[The problem]
Of all the lines below, return only those starting with the line holding "let cc = if" and going on through the line holding "fn bisect(f: impl", exactly as written.

[Record extracts]

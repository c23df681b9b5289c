//! One channel's keys into its chain.

use std::collections::BTreeMap;
use std::format;
use std::string::{String, ToString};
use std::vec::Vec;

use super::channel::{Known, side};
use super::node::{Read, Section, Value};
use super::unit::{self, Kind, Unit};
use super::{Sheet, nearest, recording};
use crate::chain::{Chain, Element, Limit, Network, Output, Reading, STRAIN_LIMIT, Signal, Supply, Temperature, Word};
use crate::measurement::{Channel, ColumnRef, Moment, Segment, Side, Source, Stated, ZeroSource};
use crate::platinum::{self, IEC_60751};
use crate::signal::{
    Amplifier, Arm, Bridge, COPPER_OHM_METRES, Coding, Conductor, Converter, Difference, Divider, Driven, Each,
    FullScale, Leads, Pair, Reference, Side as DividerSide, Wires,
};
use crate::strain::{Expansion, Gauge, ThermalOutput, Zero, ZeroMeaning, ZeroReading};
use crate::thermistor::{Beta, Law, SteinhartHart};

/// A chain as read from a sheet.
pub(super) struct Circuit {
    pub(super) unit: String,
    pub(super) segment: Segment,
}

/// Kinds of unit that a recording may hold.
const READABLE: &[Kind] = &[
    Kind::Volts,
    Kind::VoltageRatio,
    Kind::Ohms,
    Kind::Count,
    Kind::Amperes,
    Kind::Strain,
    Kind::ShearStrain,
    Kind::Celsius,
    Kind::Pascals,
    Kind::Number,
];

/// What a channel with a gauge is called in messages.
const GAUGE: &str = "strain gauge bridge";

/// Temperatures for which a beta thermistor is used unless the sheet says otherwise, °C: common practice, no source.
const BETA_RANGE: [f64; 2] = [-50.0, 150.0];

struct Reader<'a, 'b> {
    s: &'b Section<'a>,
    known: &'b BTreeMap<&'a str, Known>,
    inputs: &'b mut Vec<ColumnRef>,
    assumed: &'b mut Vec<String>,
    stated: Vec<Stated>,
}

impl Circuit {
    /// Reads the chain of a channel; what is wrong has been said where this is `None`.
    pub(super) fn read<'a>(
        s: &Section<'a>,
        known: &BTreeMap<&'a str, Known>,
        inputs: &mut Vec<ColumnRef>,
        assumed: &mut Vec<String>,
    ) -> Option<Self> {
        let before = s.findings.count();
        let mut reader = Reader { s, known, inputs, assumed, stated: Vec::new() };
        let circuit = reader.circuit();
        if s.findings.count() > before { None } else { circuit }
    }
}
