//! A chain as numbered values: what an image holds and what a C caller sets.

use crate::chain::{
    Chain, Element, LeadWarmth, Limit, Network, Output, Reading, SelfHeating, Signal, Supply, Temperature, Word,
};
use crate::metal;
use crate::platinum::its90::Deviation;
use crate::platinum::{AlphaDeltaBeta, Coefficients};
use crate::signal::{
    Amplifier, Arm, Around, Bridge, Coding, Conductor, Converter, Difference, Divider, Driven, Each, FullScale, Leads,
    Pair, Place, Reference, Shunt, Side, Wires,
};
use crate::strain::{
    self, Certificate, Expansion, Gauge, ThermalOutput, ThermalPoints, Transducer, Transverse, Zero, ZeroMeaning,
    ZeroReading,
};
use crate::thermistor::{self, Beta, Law, LogarithmOfRatio, ReciprocalOfTemperature, SteinhartHart};
use crate::thermocouple::Thermocouple;

/// How many points a table holds at most.
pub const POINTS: usize = 24;

macro_rules! fields {
    ($($(#[$doc:meta])* $name:ident = $code:literal,)+) => {
        $($(#[$doc])* pub const $name: u16 = $code;)+
        /// Every field by its number, with its name.
        pub const NAMES: &[(u16, &str)] = &[$(($code, stringify!($name)),)+];
    };
}
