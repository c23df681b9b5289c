//! Beta and Steinhart-Hart equations.

use super::{ICE_KELVIN, Law};
use crate::Error;
use crate::math::{Dual, Real, ln};
use crate::parameter::Parameter;
use crate::range::Range;
use crate::signal::{finite, positive};

/// 25 °C in kelvin.
const T25_KELVIN: f64 = 298.15;

/// R = R₂₅ exp[β (1/T − 1/298.15 K)].
#[derive(Clone, Copy, Debug, PartialEq)]
#[cfg_attr(feature = "serde", derive(serde::Serialize, serde::Deserialize))]
pub struct Beta<R = f64> {
    /// Resistance at 25 °C, Ω.
    pub r25_ohms: R,
    /// β, K.
    pub beta_kelvin: R,
    /// Lowest and highest temperature for which the law is used, °C.
    pub range_celsius: [f64; 2],
}

/// 1/T = a + b ln(R/Ω) + c ln³(R/Ω).
///
/// J. S. Steinhart, S. R. Hart, Calibration curves for thermistors, Deep-Sea Research 15 (1968) 497-503.
#[derive(Clone, Copy, Debug, PartialEq)]
#[cfg_attr(feature = "serde", derive(serde::Serialize, serde::Deserialize))]
pub struct SteinhartHart<R = f64> {
    /// a, 1/K.
    pub a: R,
    /// b, 1/K.
    pub b: R,
    /// c, 1/K.
    pub c: R,
    /// Lowest and highest temperature for which the law is used, °C.
    pub range_celsius: [f64; 2],
}

/// Temperature in °C at `ohms`; the caller has checked the range.
#[inline(always)]
pub(crate) fn celsius_from_ohms_beta(k: &Beta, ohms: f64) -> f64 {
    // 1/T = 1/T₂₅ + ln(R/R₂₅)/β
    1.0 / (1.0 / T25_KELVIN + ln(ohms / k.r25_ohms) / k.beta_kelvin) - ICE_KELVIN
}

/// Temperature in °C at `ohms`; the caller has checked the range.
#[inline(always)]
pub(crate) fn celsius_from_ohms_steinhart_hart(k: &SteinhartHart, ohms: f64) -> f64 {
    // 1/T = a + b L + c L³,  L = ln R
    let l = ln(ohms);
    1.0 / (k.a + l * (k.b + l * l * k.c)) - ICE_KELVIN
}

impl<R: Real> Beta<R> {
    fn ohms_from_celsius(&self, t: R) -> R {
        // R = R₂₅ exp[β (1/T − 1/T₂₅)] with 1/T − 1/T₂₅ = (25 − t)/(T T₂₅)
        let kelvin = t + R::from_f64(ICE_KELVIN);
        self.r25_ohms * (self.beta_kelvin * (R::from_f64(25.0) - t) / (kelvin * R::from_f64(T25_KELVIN))).exp()
    }
}

impl<R: Real> SteinhartHart<R> {
    fn inverse_kelvin(&self, l: R) -> R {
        self.a + l * (self.b + l * l * self.c)
    }

    fn ohms_from_celsius(&self, t: R) -> R {
        let target = R::from_f64(1.0) / (t + R::from_f64(ICE_KELVIN));
        // Newton on a + b L + c L³ = 1/T from the straight line; the left side rises all over the checked range
        let plain = SteinhartHart {
            a: self.a.value(),
            b: self.b.value(),
            c: self.c.value(),
            range_celsius: self.range_celsius,
        };
        let mut l = (target.value() - plain.a) / plain.b;
        for _ in 0..64 {
            let next = l - (plain.inverse_kelvin(l) - target.value()) / plain.slope(l);
            let done = (next - l).abs() <= 1e-15 * l.abs();
            l = next;
            if done {
                break;
            }
        }
        // one more step in the number type of the caller carries what it carries
        let fixed = R::from_f64(l);
        (fixed - (self.inverse_kelvin(fixed) - target) / R::from_f64(plain.slope(l))).exp()
    }
}

impl SteinhartHart {
    fn slope(&self, l: f64) -> f64 {
        self.b + 3.0 * self.c * l * l
    }
}

impl<R: Real> Law<R> {
    /// Returns the lowest and highest temperature for which the law is used, °C.
    #[must_use]
    pub const fn range_celsius(&self) -> [f64; 2] {
        match self {
            Self::Beta(k) => k.range_celsius,
            Self::SteinhartHart(k) => k.range_celsius,
        }
    }

    pub(crate) fn ohms_from_celsius(&self, t: R) -> R {
        match self {
            Self::Beta(k) => k.ohms_from_celsius(t),
            Self::SteinhartHart(k) => k.ohms_from_celsius(t),
        }
    }

    pub(crate) fn check(&self) -> Result<(), Error> {
        let [low, high] = self.range_celsius();
        Range::new("lowest temperature of the thermistor", "°C", -273.0, 1000.0).check(low)?;
        Range::new("highest temperature of the thermistor", "°C", low, 1000.0).check(high)?;
        match self {
            Self::Beta(k) => {
                positive("resistance at 25 °C", "ohm", k.r25_ohms)?;
                positive("beta", "K", k.beta_kelvin)
            }
            Self::SteinhartHart(k) => {
                finite("coefficient a", k.a)?;
                positive("coefficient b", "1/K", k.b)?;
                finite("coefficient c", k.c)?;
                // ln R must fall with T all over the range, or the law has no single inverse
                let plain: Law<Dual> = Law::SteinhartHart(SteinhartHart {
                    a: Dual::constant(k.a.value()),
                    b: Dual::constant(k.b.value()),
                    c: Dual::constant(k.c.value()),
                    range_celsius: k.range_celsius,
                });
                for step in 0..=64 {
                    let t = low + (high - low) * f64::from(step) / 64.0;
                    let ohms = plain.ohms_from_celsius(Dual::variable(t));
                    positive("resistance of the thermistor in its range", "ohm", ohms.value)?;
                    positive("fall of the thermistor's resistance per kelvin", "ohm", -ohms.slope)?;
                }
                Ok(())
            }
        }
    }

    pub(crate) fn map<S: Real>(&self, f: &mut impl FnMut(Parameter, R) -> S) -> Law<S> {
        match self {
            Self::Beta(k) => Law::Beta(Beta {
                r25_ohms: f(Parameter::R25, k.r25_ohms),
                beta_kelvin: f(Parameter::Beta, k.beta_kelvin),
                range_celsius: k.range_celsius,
            }),
            Self::SteinhartHart(k) => Law::SteinhartHart(SteinhartHart {
                a: f(Parameter::SteinhartHartA, k.a),
                b: f(Parameter::SteinhartHartB, k.b),
                c: f(Parameter::SteinhartHartC, k.c),
                range_celsius: k.range_celsius,
            }),
        }
    }
}
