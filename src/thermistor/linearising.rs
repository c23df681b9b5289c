//! Resistors around a thermistor that straighten its curve.

use crate::Error;
use crate::math::Real;
use crate::signal::{not_negative, positive};

/// A resistor in parallel with the thermistor and one in series with both, either absent.
#[derive(Clone, Copy, Debug, PartialEq)]
#[cfg_attr(feature = "serde", derive(serde::Serialize, serde::Deserialize))]
pub struct Linearising<R = f64> {
    /// Resistor in parallel with the thermistor, Ω; `None` = absent.
    pub parallel_ohms: Option<R>,
    /// Resistor in series with the thermistor and its parallel resistor, Ω; 0 = absent.
    pub series_ohms: R,
}

impl<R: Real> Linearising<R> {
    /// Resistance of the network in Ω with `ohms` for the thermistor.
    #[inline]
    pub(crate) fn network_from_ohms(&self, ohms: R) -> R {
        // R_s + R R_p/(R + R_p)
        let pair = match self.parallel_ohms {
            Some(parallel) => ohms * parallel / (ohms + parallel),
            None => ohms,
        };
        self.series_ohms + pair
    }

    /// Resistance of the thermistor in Ω with `network` for the whole: exact algebra.
    #[inline]
    pub(crate) fn ohms_from_network(&self, network: R) -> R {
        // v = N − R_s,  R = v R_p/(R_p − v)
        let pair = network - self.series_ohms;
        match self.parallel_ohms {
            Some(parallel) => pair * parallel / (parallel - pair),
            None => pair,
        }
    }

    pub(crate) fn check(&self) -> Result<(), Error> {
        if let Some(parallel) = self.parallel_ohms {
            positive("resistor in parallel with the thermistor", "ohm", parallel)?;
        }
        not_negative("resistor in series with the thermistor", "ohm", self.series_ohms)
    }
}
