/* what is wrong with a draft, and what stands beside a reading that is expected */
static int faults(void)
{
	ow_inputs in;
	double out = -7, nan;
	int32_t blamed = -2;

	memset(&in, 0, sizeof in);
	/* not a number, as a reading that has none */
	out = 0;
	nan = out / out;
	out = -7;
	/* the first field that is missing or has no such choice, by its number */
	if (begin() != 0 || ow_draft_check(draft, &blamed) != OW_MISSING || blamed != OW_FIELD_SIGNAL)
		return 100;
	if (set(OW_FIELD_SIGNAL, 9) != 0 || ow_draft_check(draft, &blamed) != OW_FIELD || blamed != OW_FIELD_SIGNAL)
		return 101;
	if (quarter() != 0 || ow_draft_check(draft, &blamed) != 0 || blamed != -1)
		return 102;
	if (set(OW_FIELD_ELEMENT, 3) != 0 || ow_draft_check(draft, &blamed) != OW_MISSING || blamed != OW_FIELD_LAW_OHMS ||
	    make() != OW_MISSING)
		return 103;
	/* a word beside no number, at limits in their order, and nothing but 0 and 1 */
	if (platinum() != 0 || set(OW_FIELD_LOW_LIMIT, 90) != 0 || set(OW_FIELD_LOW_WORD, 0) != 0 || make() != OW_UNFIT ||
	    ow_draft_check(draft, &blamed) != OW_UNFIT || blamed != -1)
		return 104;
	if (set(OW_FIELD_LOW_WORD, OW_WORD_AMBIGUOUS) != 0 || make() != OW_UNFIT || set(OW_FIELD_LOW_WORD, OW_WORD_EXTRAPOLATED) != 0 ||
	    make() != OW_UNFIT)
		return 105;
	if (set(OW_FIELD_LOW_WORD, OW_WORD_SHORT) != 0 || make() != 0 || set(OW_FIELD_HIGH_LIMIT, 80) != 0 ||
	    set(OW_FIELD_HIGH_WORD, OW_WORD_OPEN) != 0 || make() != OW_UNFIT || set(OW_FIELD_HIGH_LIMIT, 300) != 0 || make() != 0)
		return 106;
	if (set(OW_FIELD_EXTRAPOLATE, 0.5) != 0 || make() != OW_FIELD || ow_draft_check(draft, &blamed) != OW_FIELD ||
	    blamed != OW_FIELD_EXTRAPOLATE || set(OW_FIELD_EXTRAPOLATE, nan) != 0 || make() != OW_FIELD)
		return 107;
	/* beyond its range a law says so on both ways; 404.9695 ohm = 100 (1 + 900 A + 810000 B), IEC 60751:2008 */
	if (platinum() != 0 || set(OW_FIELD_EXTRAPOLATE, 1) != 0 || make() != 0)
		return 108;
	if (ow_expect(model, 900.0, &in, &out) != OW_WORD_EXTRAPOLATED || magnitude(out - 404.9695) > 1e-9)
		return 109;
	in.reading = out;
	if (ow_convert(model, &in, &out) != OW_WORD_EXTRAPOLATED || magnitude(out - 900.0) > 1e-9)
		return 110;
	/* an error writes nothing */
	out = -7;
	if (ow_expect(model, nan, &in, &out) != OW_VALUE || out != -7)
		return 111;
	return 0;
}
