/// Callendar and Van Dusen forwards.
fn platinum_ohms(c: &Constants, t: f64) -> f64 {
    let [a, b, cc] = c.curve;
    let cc = if t < 0.0 { cc } else { 0.0 };
    c.r0 * (1.0 + a * t + b * t * t + cc * (t - 100.0) * t * t * t)
}

fn platinum_celsius(c: &Constants, ohms: f64) -> f64 {
    if let Some(alpha) = c.straight {
        return (ohms / c.r0 - 1.0) / alpha;
    }
    bisect(|t| platinum_ohms(c, t) - ohms, -250.0, 900.0)
}

/// The root of what rises, to the last digits.
fn bisect(f: impl Fn(f64) -> f64, mut low: f64, mut high: f64) -> f64 {
    for _ in 0..90 {
        let middle = 0.5 * (low + high);
        if f(middle) < 0.0 { low = middle } else { high = middle }
    }
    0.5 * (low + high)
}

/// NIST Monograph 175, type K above 0 °C, mV.
fn type_k(t: f64) -> f64 {
    const C: [f64; 10] = [
        -0.176004136860e-1,
        0.389212049750e-1,
        0.185587700320e-4,
        -0.994575928740e-7,
        0.318409457190e-9,
        -0.560728448890e-12,
        0.560750590590e-15,
        -0.320207200030e-18,
        0.971511471520e-22,
        -0.121047212750e-25,
    ];
    let sum = C.iter().rev().fold(0.0, |sum, c| sum * t + c);
    sum + 0.1185976 * (-0.1183432e-3 * (t - 126.9686) * (t - 126.9686)).exp()
}

/// NIST Monograph 175, type J from -210 degC to 760 degC, mV; from memory, as in data/temperature.
const TYPE_J: [f64; 9] = [
    0.0,
    0.503811878150e-1,
    0.304758369300e-4,
    -0.856810657200e-7,
    0.132281952950e-9,
    -0.170529583370e-12,
    0.209480906970e-15,
    -0.125383953360e-18,
    0.156317256970e-22,
];

/// NIST Monograph 175, type T from 0 degC to 400 degC, mV; from memory, as in data/temperature.
const TYPE_T: [f64; 9] = [
    0.0,
    0.387481063640e-1,
    0.332922278800e-4,
    0.206182434040e-6,
    -0.218822568460e-8,
    0.109968809280e-10,
    -0.308157587720e-13,
    0.454791352900e-16,
    -0.275129016730e-19,
];

fn power_series(c: &[f64], t: f64) -> f64 {
    c.iter().rev().fold(0.0, |sum, c| sum * t + c)
}

fn steinhart_celsius(c: &Constants, ohms: f64) -> f64 {
    let l = if c.log10 { ohms.log10() } else { ohms.ln() };
    if let Some(beta) = c.as_beta {
        let r25 = steinhart_ohms(25.0);
        return 1.0 / (1.0 / 298.15 + (ohms / r25).ln() / beta) - 273.15;
    }
    1.0 / (SH[0] + SH[1] * l + SH[2] * l * l * l) - 273.15
}

pub fn steinhart_ohms(t: f64) -> f64 {
    bisect(|l| SH[0] + SH[1] * l + SH[2] * l * l * l - 1.0 / (t + 273.15), 0.0, 30.0).exp()
}

fn grid(k: f64, degrees: f64, [x, y, shear]: [f64; 3]) -> f64 {
    let along = |d: f64| {
        let (s, c) = d.to_radians().sin_cos();
        x * c * c + y * s * s + shear * s * c
    };
    (along(degrees) + k * along(degrees + 90.0)) / (1.0 - 0.285 * k)
}

/// 0°, 45°, 90° rosette with unequal sensitivities: x, y and shear strain.
fn rosette(k: [f64; 3], e: [f64; 3]) -> [f64; 3] {
    // ê (1 − ν₀ K) = e(θ) + K e(θ + 90°)
    let m = [e[0] * (1.0 - 0.285 * k[0]), e[1] * (1.0 - 0.285 * k[1]), e[2] * (1.0 - 0.285 * k[2])];
    let x = (m[0] - k[0] * m[2]) / (1.0 - k[0] * k[2]);
    let y = (m[2] - k[2] * m[0]) / (1.0 - k[0] * k[2]);
    // at 45°: (x + y)/2 (1 + K) + shear/2 (1 − K)
    let shear = (m[1] - 0.5 * (x + y) * (1.0 + k[1])) * 2.0 / (1.0 - k[1]);
    [x, y, shear]
}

[Exercise solution]
    let cc = if t < 0.0 { cc } else { 0.0 };
    c.r0 * (1.0 + a * t + b * t * t + cc * (t - 100.0) * t * t * t)
}

fn platinum_celsius(c: &Constants, ohms: f64) -> f64 {
    if let Some(alpha) = c.straight {
        return (ohms / c.r0 - 1.0) / alpha;
    }
    bisect(|t| platinum_ohms(c, t) - ohms, -250.0, 900.0)
}

/// The root of what rises, to the last digits.
fn bisect(f: impl Fn(f64) -> f64, mut low: f64, mut high: f64) -> f64 {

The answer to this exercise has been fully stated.